1 September 2024

Four golds on memorable night in the pool

ParalympicsGB’s sensational week in the pool continued with four golds taking the tally to 11 - and a place at the top of the sport’s medal table. 

Having made it back-to-back 200m medley titles, Maisie Summers-Newton dominated the 100m breaststroke in Paralympic record time to do the double-double.

“It is what dreams are made of,” she said.

“When I was watching Ellie (Simmonds) in London 2012, never ever would I have thought I would come away with one Paralympic medal let alone four, so to come away from my second Paralympic Games defending both of my titles, I’m just so pleased.”

Maisie Summers-Newton completed the 'double double'

After her emotional reaction to settling for breaststroke silver went viral, Brock Whiston took 200m medley gold with Alice Tai taking bronze and USA’s four-time defending champion Jess Long trailing in fourth.

“I had something to prove to myself and I did it,” said Whiston. “I needed to beat the great Jess Long and I wanted to come out and show what I can do.

“When you’re racing against her, you know you’re racing one of the best Paralympians in the world so to come away and beat her is pretty special.”

Grace Harvey upgraded Tokyo silver to gold in the 100m breaststroke, a thrilling race that saw her beat China’s Zhang Li at the touch.

She was being roared on by a healthy contingent of family and friends, including her year 7 maths teacher, and said being able to call herself a Paralympic champion ‘means more than anything’.

Grace Harvey was over the moon at being crowned a Paralympic champion

“I’ve never dared imagine that I would ever be in this position,” she said. “I was always like ‘I just want to go out and do my own race’ but to finally finish first, it feels amazing.”

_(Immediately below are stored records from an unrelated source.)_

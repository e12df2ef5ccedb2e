from __future__ import annotations

import math
import os
from dataclasses import dataclass

import numpy as np

from .._validate import as_int, as_positive
from ..errors import InputError


@dataclass(frozen=True)
class RandomDispersion:
    """Scene maker for sweeps: equal spheres by random addition (or dense packing) in a periodic box.

    Called as ``maker(point, seed)``; the state point supplies ``volume_fraction``,
    ``eps_inclusion`` (and optionally ``eps_inclusion_loss``), ``eps_host`` (and
    ``eps_host_loss``). A plain frozen dataclass, so it travels to worker processes.

    Attributes
    ----------
    n_bodies : int
        Spheres per realization.
    """

    n_bodies: int = 200

    def __call__(self, point, seed):
        """The scene of one realization."""
        from ..arrange import dense_packing, random_sequential_addition
        from ..materials import Material
        from ..scene import Population, Scene
        from ..shapes import Sphere

        phi = float(point["volume_fraction"])
        gen = random_sequential_addition if phi < 0.3 else dense_packing
        arr = gen(self.n_bodies, phi, region="periodic", rng=seed)
        eps_i = complex(point["eps_inclusion"], -float(point.get("eps_inclusion_loss", 0.0)))
        eps_h = complex(point.get("eps_host", 1.0), -float(point.get("eps_host_loss", 0.0)))
        fix = lambda z: z.real if z.imag == 0 else z  # noqa: E731
        return Scene.from_arrangement(
            arr, Population(Sphere(1.0), Material(fix(eps_i))), host=Material(fix(eps_h))
        )


def _seed(seed, i, r):
    return int(np.random.SeedSequence([int(seed), int(i), int(r)]).generate_state(1)[0])


def _task(maker, point, seed, solve_options, threads=None):
    """Build, solve, reduce one realization to its effective tensor and solve record (runs on a worker).

    ``threads`` caps the compiled kernels' threads in this process: Dask workers run one
    task each per core, so their kernels run single-threaded instead of oversubscribing.
    """
    import time

    if threads is not None:
        from ..operators import set_num_threads

        set_num_threads(threads)

    from ..observables import effective_permittivity, field_enhancement
    from ..solvers import solve

    t = time.perf_counter()
    scene = maker(point, seed)
    sol = solve(scene, **(solve_options or {}))
    eff = effective_permittivity(sol)
    if eff.tensor is None:
        raise InputError("field: sweeps need the three field directions (the full tensor)", "field")
    volume = float(np.prod(scene.box)) if scene.box is not None else 4 / 3 * math.pi * scene.sample_radius**3
    stats = field_enhancement(sol).statistics()
    return {
        "enhancement_surface_p99": stats["surface"]["p99"],
        "enhancement_surface_max": stats["surface"]["max"],
        "enhancement_local_max": stats["local"]["max"],
        "eps_tensor": np.asarray(eff.tensor, dtype=complex),
        "seed": seed,
        "n_bodies": scene.n_bodies,
        "iterations": sol.iterations,
        "converged": bool(sol.converged),
        "wall_s": time.perf_counter() - t,
        "method": sol.method,
        "volume_fraction": float(scene.volumes.sum() / volume),
    }


def run_sweep(
    path,
    maker,
    points,
    n_realizations,
    *,
    seed=0,
    solve_options=None,
    workers=None,
    scheduler=None,
    progress=True,
    config_text=None,
    description="",
):
    """Ensembles of random realizations at each state point, stored as they finish; resumable.

    Every ``(point, realization)`` pair is one task: ``maker(point, seed)`` builds the
    scene (seeds derived from ``seed``, the point index and the realization index, so a
    rerun reproduces them), the solve runs, and the effective tensor with the solve
    record is written to ``path`` the moment the task finishes. Rerunning with the same
    points skips what the file already holds, so an interrupted sweep resumes without
    redoing or losing work; more realizations can be added later.

    Parameters
    ----------
    path : str or Path
        Sweep HDF5 file (created, or reopened to resume).
    maker : callable
        ``maker(point, seed) -> Scene``; must be picklable for worker processes (a
        module-level function or a dataclass such as :class:`RandomDispersion`).
    points : list of dict
        State points (JSON-serialisable), e.g. ``{"volume_fraction": 0.2, "eps_inclusion": 30}``.
    n_realizations : int
        Realizations per point.
    seed : int
    solve_options : dict, optional
        Keywords for :func:`~dipolearray.solve` (``rtol``, ``method``, ...).
    workers : int, optional
        ``0`` runs in this process. Otherwise tasks go to a Dask cluster: the one at
        ``scheduler`` if given, else a ``LocalCluster`` with ``workers`` processes
        (default: the CPU count).
    scheduler : str, optional
        Address of a running Dask scheduler (``"tcp://host:8786"``).
    progress : bool
        Show a progress bar.
    config_text : str, optional
        Config the maker was built from, stored in the file (``/config``).
    description : str
        Free text stored as the file's ``description`` attribute.

    Returns
    -------
    SweepResult
    """
    from ..store import open_sweep

    n_r = as_int(n_realizations, "n_realizations", minimum=1)
    pts = list(points)
    if not pts or not all(isinstance(p, dict) for p in pts):
        raise InputError("points: expected a non-empty list of dicts", "points")
    store = open_sweep(path, pts, n_r, description=description, config_text=config_text)
    done = store.done()
    todo = [(i, r) for i in range(len(pts)) for r in range(n_r) if (i, r) not in done]
    bar = None
    if progress and todo:
        from tqdm import tqdm

        bar = tqdm(total=len(todo), desc="realizations", unit="solve", leave=False)
    try:
        if workers == 0:
            for i, r in todo:
                store.write(i, r, _task(maker, pts[i], _seed(seed, i, r), solve_options))
                if bar is not None:
                    bar.update(1)
        elif todo:
            _run_dask(store, maker, pts, todo, seed, solve_options, workers, scheduler, bar)
    finally:
        if bar is not None:
            bar.close()
    return load_sweep(path)


def _run_dask(store, maker, pts, todo, seed, solve_options, workers, scheduler, bar):
    from dask.distributed import Client, LocalCluster, as_completed

    cluster = None
    if scheduler:
        client = Client(scheduler)
    else:
        n = as_int(workers if workers is not None else (os.cpu_count() or 1), "workers", minimum=1)
        cluster = LocalCluster(n_workers=n, threads_per_worker=1, processes=True, dashboard_address=None)
        client = Client(cluster)
    try:
        futures = {}
        for i, r in todo:
            fut = client.submit(
                _task, maker, pts[i], _seed(seed, i, r), solve_options, 1, pure=False, retries=2
            )
            futures[fut] = (i, r)
        for fut in as_completed(futures):
            i, r = futures[fut]
            store.write(i, r, fut.result())
            if bar is not None:
                bar.update(1)
    finally:
        client.close()
        if cluster is not None:
            cluster.close()


@dataclass(frozen=True)
class SweepResult:
    """Ensemble statistics of a sweep, per state point.

    Attributes
    ----------
    points : list of dict
    tensors : list of (n_i, 3, 3) ndarray
        Effective tensor of every finished realization.
    records : list of list of dict
        Solve record of every realization (seed, n_bodies, iterations, converged, ...).
    config_text : str or None
        The config a config sweep was made from.
    description : str
        The file's free-text description.
    """

    points: list
    tensors: list
    records: list
    config_text: str | None = None
    description: str = ""

    @property
    def n(self) -> np.ndarray:
        """Finished realizations per point."""
        return np.array([len(t) for t in self.tensors])

    @property
    def mean(self) -> np.ndarray:
        """(P, 3, 3) mean tensor per point (NaN where nothing finished)."""
        return np.array([t.mean(axis=0) if len(t) else np.full((3, 3), np.nan) for t in self.tensors])

    @property
    def isotropic(self) -> list:
        """Per point, the isotropic value (trace / 3) of every realization."""
        return [np.trace(t, axis1=1, axis2=2) / 3 for t in self.tensors]

    @property
    def isotropic_mean(self) -> np.ndarray:
        """(P,) mean isotropic permittivity."""
        return np.array([v.mean() if len(v) else np.nan for v in self.isotropic])

    @property
    def standard_error(self) -> np.ndarray:
        """(P,) standard error of the isotropic mean (real and loss parts separately as complex)."""
        out = []
        for v in self.isotropic:
            if len(v) < 2:
                out.append(np.nan)
                continue
            out.append(
                np.std(v.real, ddof=1) / math.sqrt(len(v)) + 1j * np.std(v.imag, ddof=1) / math.sqrt(len(v))
            )
        return np.array(out)

    def confidence_interval(self, level=0.95):
        """(P, 2) interval of the real part of the isotropic mean (Student t)."""
        from scipy.stats import t as student

        lv = as_positive(level, "level")
        out = []
        for v, se in zip(self.isotropic, self.standard_error, strict=True):
            if len(v) < 2:
                out.append((np.nan, np.nan))
                continue
            q = student.ppf(0.5 + lv / 2, len(v) - 1)
            m = v.real.mean()
            out.append((m - q * se.real, m + q * se.real))
        return np.array(out)


def load_sweep(path) -> SweepResult:
    """Read a sweep file into a :class:`SweepResult`."""
    from ..store import read_sweep

    store = read_sweep(path)
    points, tensors, records = store.read()
    return SweepResult(points, tensors, records, store.config_text(), store.description())


def comparison_table(
    result,
    *,
    fraction_key="volume_fraction",
    eps_inclusion_key="eps_inclusion",
    eps_host_key="eps_host",
    reference=None,
):
    """Computed bulk permittivity against the mixing rules and bounds, point by point.

    Each row: the state point, computed isotropic eps' with its standard error, Maxwell
    Garnett, Bruggeman, Hashin-Shtrikman bounds, the finite-concentration correction
    ``computed - MG`` and its significance ``(computed - MG) / SE``. With ``reference``
    (a :class:`SweepResult` over the same points, e.g. the dispersed arrangement at
    equal volume fraction for a clustered or chained one) also ``excess_over_reference``
    and its significance over the combined standard error.
    """
    from ..mixing import bruggeman, hashin_shtrikman_bounds, maxwell_garnett

    rows = []
    means, ses = result.isotropic_mean, result.standard_error
    if reference is not None and len(reference.points) != len(result.points):
        raise InputError("reference: needs one state point per point of the result", "reference")
    for p, m, se in zip(result.points, means, ses, strict=True):
        phi = float(p[fraction_key])
        ei = float(p[eps_inclusion_key])
        eh = float(p.get(eps_host_key, 1.0))
        mg = float(maxwell_garnett(eh, ei, phi))
        lo, hi = hashin_shtrikman_bounds(eh, ei, phi)
        excess = float(np.real(m)) - mg
        rows.append(
            {
                **p,
                "computed": float(np.real(m)),
                "standard_error": float(np.real(se)),
                "maxwell_garnett": mg,
                "bruggeman": float(bruggeman(eh, ei, phi)),
                "hashin_shtrikman_lower": float(lo),
                "hashin_shtrikman_upper": float(hi),
                "excess_over_mg": excess,
                "significance": excess / float(np.real(se)) if np.real(se) > 0 else float("nan"),
            }
        )
    if reference is not None:
        for row, m_ref, se_ref in zip(rows, reference.isotropic_mean, reference.standard_error, strict=True):
            diff = row["computed"] - float(np.real(m_ref))
            comb = math.hypot(row["standard_error"], float(np.real(se_ref)))
            row["reference"] = float(np.real(m_ref))
            row["excess_over_reference"] = diff
            row["significance_over_reference"] = diff / comb if comb > 0 else float("nan")
    return rows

An amazing night was rounded off with a mixed 4x100m freestyle relay win courtesy of Will Ellard, Rhys Darbey, Poppy Maskill and Olivia Newman-Baronius.

The dominant success saw Ellard and Maskill add to their individual tallies while Darbey and Newman-Baronius were delighted to get off the mark for the week.

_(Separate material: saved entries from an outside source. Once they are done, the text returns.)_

"""Summarize an HDF5 result, sweep or spectrum file: what it holds and its main numbers.

For a result: the scene, the solver record, the stored observables, the effective
permittivity, the field enhancement and any breakdown warning. For a sweep: the
state points, realizations and the mean effective permittivity per point. For a
spectrum: the decomposition and the loss peak.

example:
  dipolearray inspect runs/capacitor-film.h5
  dipolearray inspect runs/capacitor-film.h5 --config
  dipolearray inspect runs/fraction-sweep-sweep.h5 --json
"""

from __future__ import annotations

import json


def add_arguments(p):
    """Arguments of ``inspect``."""
    p.add_argument("path", help="HDF5 result or sweep file")
    p.add_argument("--config", action="store_true", help="also print the stored config text")
    p.add_argument("--json", action="store_true", help="print the summary as JSON")


def run(args) -> int:
    """Run ``inspect``."""
    from ..report import file_kind

    kind = file_kind(args.path)
    if kind == "sweep":
        return _sweep(args)
    if kind == "spectrum":
        return _spectrum(args)
    from ..report import run_summary
    from ..store import describe, load_result, read_config_text
    from ._solve import print_summary

    info = run_summary(load_result(args.path))
    text = read_config_text(args.path)
    if args.json:
        info["kind"] = "result"
        if args.config:
            info["config"] = text
        print(json.dumps(info, indent=2))
        return 0
    print(describe(args.path))
    print_summary(info)
    if args.config:
        print(text if text is not None else "(no config stored)")
    return 0


def _sweep(args):
    from ..sweep import load_sweep

    res = load_sweep(args.path)
    mean = res.isotropic_mean
    se = res.standard_error
    rows = [
        {
            "point": p,
            "n": int(n),
            "eps_eff_isotropic": [float(m.real), float(-m.imag)],
            "standard_error": float(s.real) if s == s else None,
        }
        for p, n, m, s in zip(res.points, res.n, mean, se, strict=True)
    ]
    if args.json:
        out = {"kind": "sweep", "points": rows}
        if args.config:
            out["config"] = res.config_text
        print(json.dumps(out, indent=2))
        return 0
    print(f"{args.path}: sweep over {len(rows)} state point(s), {int(res.n.sum())} finished realization(s)")
    for r in rows:
        se_txt = "-" if r["standard_error"] is None else f"{r['standard_error']:.2g}"
        print(f"  {json.dumps(r['point'])}: n {r['n']}, eps' {r['eps_eff_isotropic'][0]:.5g} +/- {se_txt}")
    if args.config:
        print(res.config_text if res.config_text is not None else "(no config stored)")
    return 0


def _spectrum(args):
    import numpy as np

    from ..spectra import loss_peak
    from ..store import load_spectrum

    sp, resp, text = load_spectrum(args.path)
    info = {"kind": "spectrum"}
    if sp is not None:
        info.update(
            boundary=sp.boundary,
            volume_fraction=sp.volume_fraction,
            method=sp.method,
            n_poles=len(sp.poles),
            converged=sp.converged,
            residue_sum_isotropic=float(np.trace(sp.residue_sum()) / 3),
        )
    else:
        info.update(method="frequency by frequency", n_poles=0, volume_fraction=resp["volume_fraction"])
    if resp is not None:
        f = resp["frequency_Hz"]
        info["frequency_range_Hz"] = [float(f[0]), float(f[-1])]
        info["loss_peak"] = loss_peak(f, resp["eps_loss"])
    if args.config:
        info["config"] = text
    if args.json:
        print(json.dumps(info, indent=2))
        return 0
    if sp is not None:
        print(
            f"{args.path}: spectrum ({info['method']}, {info['n_poles']} poles, {info['boundary']}, "
            f"fraction {info['volume_fraction']:.4g}, residues sum {info['residue_sum_isotropic']:.6g})"
        )
    else:
        print(f"{args.path}: response solved frequency by frequency, fraction {info['volume_fraction']:.4g}")
    if resp is not None:
        pk = info["loss_peak"]
        print(
            f"  response {f[0]:.3g} - {f[-1]:.3g} Hz ({len(f)} points); "
            f"loss peak {pk['frequency_hz']:.4g} Hz, eps'' {pk['eps_loss']:.4g}, "
            f"{pk['width_decades']:.3g} decades"
        )
    if args.config:
        print(text if text is not None else "(no config stored)")
    return 0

All four members of the team are under 20 and Darbey, 17, is already excited by seeing what heights they can go on to hit.

“It’s great, one race, one gold,” he said.

“I’m looking forward to seeing what we can do in LA, everyone in this team is under 20. Hopefully that world record can be ours in LA. I’ve got my 200 IM later on this week so to get this out the way is a relief and a weight off the shoulders.”

Maskill added: “There is pressure but in a different way. If you only let yourself down, it’s one thing, but if you let everyone else down it’s another. I just tried my hardest to give Olivia a good lead.”